Just got back from the vet. Hiss been unwell for a while. Both myself and the vets ( and Julia bless her ) have tried to get him better. 
This afternoon he looked worse than ever and appeared to have lost any will to live. I took him to the vet and we had to put him to sleep which was awful, both myself and the vet were upset. I got home saw his viv and tears again. Worse I have to clean it out. I so miss him but he was shutting down and very uncomfortable. In tears typing this as he used to love climbing through our hair...the vet said he looked so much more at peace when he was held by be, held him right until the end.

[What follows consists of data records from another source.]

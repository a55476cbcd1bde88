package spin

import (
	"errors"
	"strings"
	"testing"
)

const goodFile = `field_mhz = 400
line_width_hz = 0.8
[[group]]
name = "a"
shift_ppm = 5.80
[[group]]
name = "b"
shift_ppm = 5.20
count = 2
nucleus = "1H"
[[group]]
name = "F"
shift_ppm = -120
nucleus = "19F"
[[coupling]]
between = ["a", "b"]
j_hz = 17.0
[[coupling]]
between = ["F", "a"]
j_hz = 47
`

func TestParseFile(t *testing.T) {
	t.Parallel()
	f, err := ParseFile([]byte(goodFile), "good.toml")
	if err != nil {
		t.Fatal(err)
	}
	if f.FieldMHz != 400 || f.LineWidthHz != 0.8 || len(f.System.Groups) != 3 || len(f.System.Couplings) != 2 {
		t.Fatalf("parsed %+v", f)
	}
	if g := f.System.Groups[1]; g.Count != 2 || g.ShiftPPM != 5.2 || g.Nucleus != "1H" {
		t.Errorf("group b = %+v", g)
	}
	if c := f.System.Couplings[1]; c.A != 2 || c.B != 0 || c.JHz != 47 {
		t.Errorf("coupling 2 = %+v", c)
	}
	if g := f.System.Groups[0]; g.Count != 1 {
		t.Errorf("default count = %d, want 1", g.Count)
	}
}

// TestParseFileErrors pins the message and the line of each error.
func TestParseFileErrors(t *testing.T) {
	t.Parallel()
	for _, tc := range []struct {
		name, src string
		line      int
		want      string
	}{
		{"syntax", "field_mhz = \n", 1, "x.toml:1"},
		{"no groups", "field_mhz = 400\n", 0, "no [[group]] tables"},
		{"unknown group", "[[group]]\nname = \"a\"\nshift_ppm = 1\n[[coupling]]\nbetween = [\"a\", \"q\"]\nj_hz = 7\n", 5, `coupling[1].between: unknown group "q"`},
		{"negative count", "[[group]]\nname = \"a\"\nshift_ppm = 1\ncount = -2\n", 4, "group[1].count: count must be between 1 and 64, found -2"},
		{"zero count", "[[group]]\nname = \"a\"\nshift_ppm = 1\ncount = 0\n", 4, "count must be between"},
		{"missing shift", "[[group]]\nname = \"a\"\n\n[[group]]\nname = \"b\"\n", 1, "group[1].shift_ppm: missing shift"},
		{"duplicate", "[[group]]\nname = \"a\"\nshift_ppm = 1\n[[group]]\nname = \"a\"\nshift_ppm = 2\n", 5, `duplicate group name "a"`},
		{"nucleus", "[[group]]\nname = \"a\"\nshift_ppm = 1\nnucleus = \"13C\"\n", 4, `unknown nucleus "13C"`},
		{"unknown key", "[[group]]\nname = \"a\"\nshift_ppm = 1\nshfit = 2\n", 4, `group.shfit: unknown key`},
		{"unknown top key", "fieldmhz = 400\n[[group]]\nname = \"a\"\nshift_ppm = 1\n", 1, `fieldmhz: unknown key`},
		{"missing J", "[[group]]\nname = \"a\"\nshift_ppm = 1\n[[group]]\nname = \"b\"\nshift_ppm = 2\n[[coupling]]\nbetween = [\"a\", \"b\"]\n", 7, "missing coupling constant"},
		{"self coupling", "[[group]]\nname = \"a\"\nshift_ppm = 1\n[[coupling]]\nbetween = [\"a\", \"a\"]\nj_hz = 7\n", 5, "to itself"},
		{"three names", "[[group]]\nname = \"a\"\nshift_ppm = 1\n[[coupling]]\nbetween = [\"a\"]\nj_hz = 7\n", 5, "expected two group names, found 1"},
		{"bad field", "field_mhz = -1\n[[group]]\nname = \"a\"\nshift_ppm = 1\n", 1, "field_mhz: must be a positive"},
		// Bounds (spinfile.go): a shift in Hz, a J or field in the wrong
		// unit is refused with its line and key (common practice, no source).
		{"huge shift", "[[group]]\nname = \"a\"\nshift_ppm = 1e300\n", 3, "group[1].shift_ppm: shift must be within ±1000 ppm, found 1e+300"},
		{"shift in Hz", "[[group]]\nname = \"a\"\nshift_ppm = -2320\n", 3, "shift must be within ±1000 ppm"},
		{"huge J", "[[group]]\nname = \"a\"\nshift_ppm = 1\n[[group]]\nname = \"b\"\nshift_ppm = 2\n[[coupling]]\nbetween = [\"a\", \"b\"]\nj_hz = 1e300\n", 9, "coupling[1].j_hz: J must be within ±1000 Hz, found 1e+300"},
		{"field in Hz", "field_mhz = 4e8\n[[group]]\nname = \"a\"\nshift_ppm = 1\n", 1, "field_mhz: must be the 1H observe frequency in MHz, between 1 and 10000"},
		{"field below 1", "\n\nfield_mhz = 0.4\n[[group]]\nname = \"a\"\nshift_ppm = 1\n", 3, "field_mhz: must be the 1H observe frequency"},
		{"huge width", "line_width_hz = 1e9\n[[group]]\nname = \"a\"\nshift_ppm = 1\n", 1, "line_width_hz: must be a positive number of Hz up to 1000"},
		{"wrong type", "[[group]]\nname = \"a\"\nshift_ppm = \"high\"\n", 0, "x.toml"},
	} {
		t.Run(tc.name, func(t *testing.T) {
			_, err := ParseFile([]byte(tc.src), "x.toml")
			if err == nil || !strings.Contains(err.Error(), tc.want) {
				t.Fatalf("error %v, want it to contain %q", err, tc.want)
			}
			var fe FileErrors
			if !errors.As(err, &fe) {
				t.Fatalf("error %T is not FileErrors", err)
			}
			if tc.line > 0 && fe[0].Line != tc.line {
				t.Errorf("line %d, want %d (%v)", fe[0].Line, tc.line, err)
			}
		})
	}
}

// FuzzParseFile: any input parses or fails with FileErrors, never panics,
// and a parsed file simulates (or is refused) without panicking.
func FuzzParseFile(f *testing.F) {
	f.Add([]byte(goodFile))
	f.Add([]byte("[[group]]\nname = \"a\"\nshift_ppm = 1\ncount = 64\n"))
	f.Add([]byte("[[coupling]]\nbetween = [\"a\", \"b\"]\n"))
	f.Add([]byte("[[group]]\nname = \"a\"\nshift_ppm = 1e300\n[[group]]\nname = \"b\"\nshift_ppm = 2\n[[coupling]]\nbetween = [\"a\", \"b\"]\nj_hz = 1e300\n"))
	f.Fuzz(func(t *testing.T, data []byte) {
		file, err := ParseFile(data, "fuzz.toml")
		if err != nil {
			var fe FileErrors
			if !errors.As(err, &fe) || len(fe) == 0 {
				t.Fatalf("error %v is not a FileErrors list", err)
			}
			return
		}
		// Keep each input fast: splitting by many large groups is bounded
		// by MaxLines (TestRefuseManyLines) but can take seconds.
		nuclei := 0
		for _, g := range file.System.Groups {
			nuclei += g.Count
		}
		if nuclei > 40 {
			return
		}
		opt := Options{FieldMHz: 400, Mode: FirstOrder, MaxSpins: 8}
		if _, err := Simulate(file.System, opt); err != nil && !errors.Is(err, ErrTooLarge) {
			t.Fatalf("valid file fails to simulate: %v", err)
		}
	})
}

RIP my sweet snake.


----------



## GeckoLover (Dec 2, 2007)

RIP, Hiss


----------



## wohic (Jun 19, 2006)

I am soooooooooo sorry anna, but you tried so hard to get him better, no one could have done more for him.


----------



## kelly (Mar 3, 2006)

im so sorry 

R.I.P hiss xx


----------



## hermanlover (Jul 8, 2007)

so sorry to hear this!!! it is abserloutly heart vbreaking when things like these happen, but just remember it was the kindest thing to do, and nobody could of done anything else for him, so you stoped him suffering, his body may not be here anymore, but his spirit will always remain, and he will thank you for all the wonderful times you gave him, you can tell how much he enjoyed his life just by his face in the pic

hope you are ok!! :grouphug:

R.I.P hiss

lee


----------



## asm1006 (May 5, 2007)

Thanks Julia that means alot: victory:
Just so sad. Thanks GeckoLover and Kelly too.
CK Lover, thanks for that-I am sitting here in tears its so unfair he was such a lovely boy. I had to stop him suffering, this afternoon he just gave up and I just held him whilst he died after his injection. You must think me silly but he was such a character, a friendly snake. Hubby will bury him tomorrow as I cannot bear to.


----------



## Iliria (Jan 19, 2007)

r.i.p


----------



## Esarosa (Jul 13, 2007)

aw no,so sorry for your loss hun, it sounds like you did the best for this snake right up until the end. R.I.P lil Hiss


----------



## *o* (Apr 12, 2007)

sorry to hear...

He was sooooo beautiful rat snake.

Love the colouration.


Reat in Peace...

Yusu


----------



## shaun (Apr 28, 2007)

Sleep well hiss. Sorry for your loss.


----------



## ANT (Nov 11, 2007)

r.i.p


----------



## ratboy (Jan 10, 2007)

Such a short life.


----------



## asm1006 (May 5, 2007)

ratboy said:


> Such a short life.


Agreed but sadly there was nothing more I could have done for him. I adored that snake and did everything I could for him.


----------



## twodogs (Jan 2, 2007)

heart goes out to you anna ...know how much you loved him ....and so did i ...fantastic critter ...you done everything you could and so much more


----------



## asm1006 (May 5, 2007)

Thanks Paul: victory:
I appreciate that. 
Really will miss him, I know you loved him too! Such a gentleman of a snake. RIP my boy.x


----------



## Enlightenment1 (Jan 13, 2008)

That's awful, but he's at peace now and looking down not wanting you to be sad!

Sorry for your loss!

R.I.P Hiss!


----------